====== Source material

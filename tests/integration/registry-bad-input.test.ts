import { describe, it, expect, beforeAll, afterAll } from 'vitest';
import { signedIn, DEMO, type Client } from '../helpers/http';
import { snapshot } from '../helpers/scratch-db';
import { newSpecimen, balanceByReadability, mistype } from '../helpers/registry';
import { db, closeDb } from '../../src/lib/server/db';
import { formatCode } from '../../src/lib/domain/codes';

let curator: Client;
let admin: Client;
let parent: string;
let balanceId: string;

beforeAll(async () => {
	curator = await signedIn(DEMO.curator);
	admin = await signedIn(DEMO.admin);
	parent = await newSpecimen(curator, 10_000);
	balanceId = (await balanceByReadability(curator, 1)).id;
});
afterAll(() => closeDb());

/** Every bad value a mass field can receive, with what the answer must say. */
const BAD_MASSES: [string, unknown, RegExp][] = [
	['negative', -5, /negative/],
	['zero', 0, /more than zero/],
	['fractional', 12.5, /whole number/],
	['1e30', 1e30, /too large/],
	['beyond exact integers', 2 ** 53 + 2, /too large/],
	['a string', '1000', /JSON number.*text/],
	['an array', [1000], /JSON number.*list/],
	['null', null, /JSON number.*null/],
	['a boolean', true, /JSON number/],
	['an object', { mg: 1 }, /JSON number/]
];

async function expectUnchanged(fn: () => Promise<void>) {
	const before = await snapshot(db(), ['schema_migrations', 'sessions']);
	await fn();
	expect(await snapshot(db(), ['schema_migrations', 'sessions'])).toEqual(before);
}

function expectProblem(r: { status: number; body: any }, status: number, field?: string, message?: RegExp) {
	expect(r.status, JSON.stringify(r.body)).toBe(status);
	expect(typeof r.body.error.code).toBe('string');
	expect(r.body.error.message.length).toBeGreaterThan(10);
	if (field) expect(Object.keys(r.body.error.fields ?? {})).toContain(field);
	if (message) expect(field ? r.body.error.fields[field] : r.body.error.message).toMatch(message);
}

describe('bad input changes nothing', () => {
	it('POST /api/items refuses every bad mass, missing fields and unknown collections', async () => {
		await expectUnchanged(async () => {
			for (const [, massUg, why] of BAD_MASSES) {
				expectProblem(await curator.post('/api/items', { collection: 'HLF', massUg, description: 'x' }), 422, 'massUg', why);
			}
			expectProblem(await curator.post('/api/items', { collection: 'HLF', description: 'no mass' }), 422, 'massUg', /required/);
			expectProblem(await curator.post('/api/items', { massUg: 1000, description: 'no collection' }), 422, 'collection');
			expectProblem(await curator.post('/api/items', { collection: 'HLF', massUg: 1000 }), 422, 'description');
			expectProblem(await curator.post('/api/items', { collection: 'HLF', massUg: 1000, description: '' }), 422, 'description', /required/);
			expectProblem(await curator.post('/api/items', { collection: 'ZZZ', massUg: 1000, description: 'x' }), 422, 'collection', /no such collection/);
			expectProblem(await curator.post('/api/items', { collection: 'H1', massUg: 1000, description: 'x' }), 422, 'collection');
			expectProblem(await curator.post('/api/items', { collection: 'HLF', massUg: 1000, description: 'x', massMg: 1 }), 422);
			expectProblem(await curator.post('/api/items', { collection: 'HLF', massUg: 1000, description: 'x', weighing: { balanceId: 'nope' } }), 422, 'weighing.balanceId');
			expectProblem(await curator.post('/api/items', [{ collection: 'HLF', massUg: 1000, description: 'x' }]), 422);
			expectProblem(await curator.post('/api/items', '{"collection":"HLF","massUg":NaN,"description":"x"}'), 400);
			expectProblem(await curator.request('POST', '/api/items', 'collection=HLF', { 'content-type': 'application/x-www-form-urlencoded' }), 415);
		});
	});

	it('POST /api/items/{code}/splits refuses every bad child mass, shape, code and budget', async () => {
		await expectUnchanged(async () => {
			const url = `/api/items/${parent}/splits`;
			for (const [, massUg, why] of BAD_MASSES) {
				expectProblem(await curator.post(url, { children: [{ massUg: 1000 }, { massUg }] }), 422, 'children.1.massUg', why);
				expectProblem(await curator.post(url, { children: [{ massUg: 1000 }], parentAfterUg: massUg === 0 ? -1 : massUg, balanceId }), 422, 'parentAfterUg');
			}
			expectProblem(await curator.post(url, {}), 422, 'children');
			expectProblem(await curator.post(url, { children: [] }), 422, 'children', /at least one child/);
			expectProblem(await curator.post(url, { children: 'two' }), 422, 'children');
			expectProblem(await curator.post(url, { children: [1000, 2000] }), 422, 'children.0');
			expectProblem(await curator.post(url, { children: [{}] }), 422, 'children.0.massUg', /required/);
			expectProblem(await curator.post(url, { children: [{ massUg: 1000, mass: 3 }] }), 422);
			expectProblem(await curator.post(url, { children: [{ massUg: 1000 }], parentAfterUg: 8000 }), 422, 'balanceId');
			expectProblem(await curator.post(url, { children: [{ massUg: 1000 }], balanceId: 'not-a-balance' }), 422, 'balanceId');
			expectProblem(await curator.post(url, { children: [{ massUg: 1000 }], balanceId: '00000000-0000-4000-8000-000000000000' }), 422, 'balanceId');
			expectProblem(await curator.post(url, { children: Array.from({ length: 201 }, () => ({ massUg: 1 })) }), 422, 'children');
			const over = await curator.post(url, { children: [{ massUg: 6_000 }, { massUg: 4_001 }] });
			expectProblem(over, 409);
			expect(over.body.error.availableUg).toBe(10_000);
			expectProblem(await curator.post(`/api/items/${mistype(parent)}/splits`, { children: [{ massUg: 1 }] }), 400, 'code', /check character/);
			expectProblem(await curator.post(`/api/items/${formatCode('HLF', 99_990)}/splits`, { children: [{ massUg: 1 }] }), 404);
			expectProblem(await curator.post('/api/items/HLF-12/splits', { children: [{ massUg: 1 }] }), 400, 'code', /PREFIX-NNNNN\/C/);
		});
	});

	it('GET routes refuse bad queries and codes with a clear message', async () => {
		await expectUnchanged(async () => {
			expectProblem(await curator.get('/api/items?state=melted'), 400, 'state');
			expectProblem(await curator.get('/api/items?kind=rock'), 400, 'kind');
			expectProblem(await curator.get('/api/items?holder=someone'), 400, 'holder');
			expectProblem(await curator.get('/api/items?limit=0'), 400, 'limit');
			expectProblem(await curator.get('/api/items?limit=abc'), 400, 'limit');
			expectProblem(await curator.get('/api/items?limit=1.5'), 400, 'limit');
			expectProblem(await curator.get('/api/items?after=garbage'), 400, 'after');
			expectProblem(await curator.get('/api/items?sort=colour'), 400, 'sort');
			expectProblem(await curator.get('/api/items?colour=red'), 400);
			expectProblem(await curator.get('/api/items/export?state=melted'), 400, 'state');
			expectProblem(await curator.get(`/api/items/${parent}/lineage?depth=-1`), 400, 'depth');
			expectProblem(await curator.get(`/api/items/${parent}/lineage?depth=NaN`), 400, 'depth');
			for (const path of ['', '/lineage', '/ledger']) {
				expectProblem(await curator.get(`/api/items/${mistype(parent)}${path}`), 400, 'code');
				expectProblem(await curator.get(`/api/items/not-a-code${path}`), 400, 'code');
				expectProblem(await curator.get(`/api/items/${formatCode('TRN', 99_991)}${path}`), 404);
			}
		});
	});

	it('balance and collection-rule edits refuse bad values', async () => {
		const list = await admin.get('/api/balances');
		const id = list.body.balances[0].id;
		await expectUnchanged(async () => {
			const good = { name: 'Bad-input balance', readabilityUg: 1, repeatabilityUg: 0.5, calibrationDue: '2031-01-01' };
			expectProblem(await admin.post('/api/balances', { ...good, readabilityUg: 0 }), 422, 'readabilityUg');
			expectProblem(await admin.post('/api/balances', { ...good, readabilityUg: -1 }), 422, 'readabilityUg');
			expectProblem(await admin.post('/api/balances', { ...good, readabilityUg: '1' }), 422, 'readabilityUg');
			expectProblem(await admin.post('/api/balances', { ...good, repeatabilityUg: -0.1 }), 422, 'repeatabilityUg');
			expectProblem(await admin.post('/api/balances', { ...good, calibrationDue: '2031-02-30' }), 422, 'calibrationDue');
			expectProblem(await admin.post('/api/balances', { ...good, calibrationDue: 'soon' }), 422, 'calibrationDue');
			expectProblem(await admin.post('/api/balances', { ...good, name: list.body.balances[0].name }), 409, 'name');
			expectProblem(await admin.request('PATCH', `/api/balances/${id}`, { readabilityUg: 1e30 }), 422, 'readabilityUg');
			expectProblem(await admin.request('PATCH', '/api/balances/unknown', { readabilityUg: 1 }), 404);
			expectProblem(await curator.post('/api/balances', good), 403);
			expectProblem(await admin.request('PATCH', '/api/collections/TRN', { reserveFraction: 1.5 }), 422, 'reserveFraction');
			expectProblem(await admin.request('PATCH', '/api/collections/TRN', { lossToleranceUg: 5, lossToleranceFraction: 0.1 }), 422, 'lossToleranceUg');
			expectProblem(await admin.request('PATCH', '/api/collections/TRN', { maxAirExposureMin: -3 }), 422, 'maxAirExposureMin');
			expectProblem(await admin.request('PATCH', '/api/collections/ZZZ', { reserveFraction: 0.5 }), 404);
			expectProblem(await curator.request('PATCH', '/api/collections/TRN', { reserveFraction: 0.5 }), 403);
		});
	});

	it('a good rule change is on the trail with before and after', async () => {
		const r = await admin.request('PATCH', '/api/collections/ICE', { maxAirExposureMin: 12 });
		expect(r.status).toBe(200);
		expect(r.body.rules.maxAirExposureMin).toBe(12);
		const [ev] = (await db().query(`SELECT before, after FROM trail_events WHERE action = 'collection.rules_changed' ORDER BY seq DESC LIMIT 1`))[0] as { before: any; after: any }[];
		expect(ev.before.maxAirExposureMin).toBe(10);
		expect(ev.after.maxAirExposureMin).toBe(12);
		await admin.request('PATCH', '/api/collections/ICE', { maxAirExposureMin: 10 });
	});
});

============

Repeat the entries above verbatim, but only from the line that has "400, 'code', /PREFIX-NNNNN\/C/);" down to the line that has "curator.get('/api/items?limit=abc'), 400, 'limit');", inclusive.

			expectProblem(await curator.post('/api/items/HLF-12/splits', { children: [{ massUg: 1 }] }), 400, 'code', /PREFIX-NNNNN\/C/);
		});
	});

	it('GET routes refuse bad queries and codes with a clear message', async () => {
		await expectUnchanged(async () => {
			expectProblem(await curator.get('/api/items?state=melted'), 400, 'state');
			expectProblem(await curator.get('/api/items?kind=rock'), 400, 'kind');
			expectProblem(await curator.get('/api/items?holder=someone'), 400, 'holder');
			expectProblem(await curator.get('/api/items?limit=0'), 400, 'limit');
			expectProblem(await curator.get('/api/items?limit=abc'), 400, 'limit');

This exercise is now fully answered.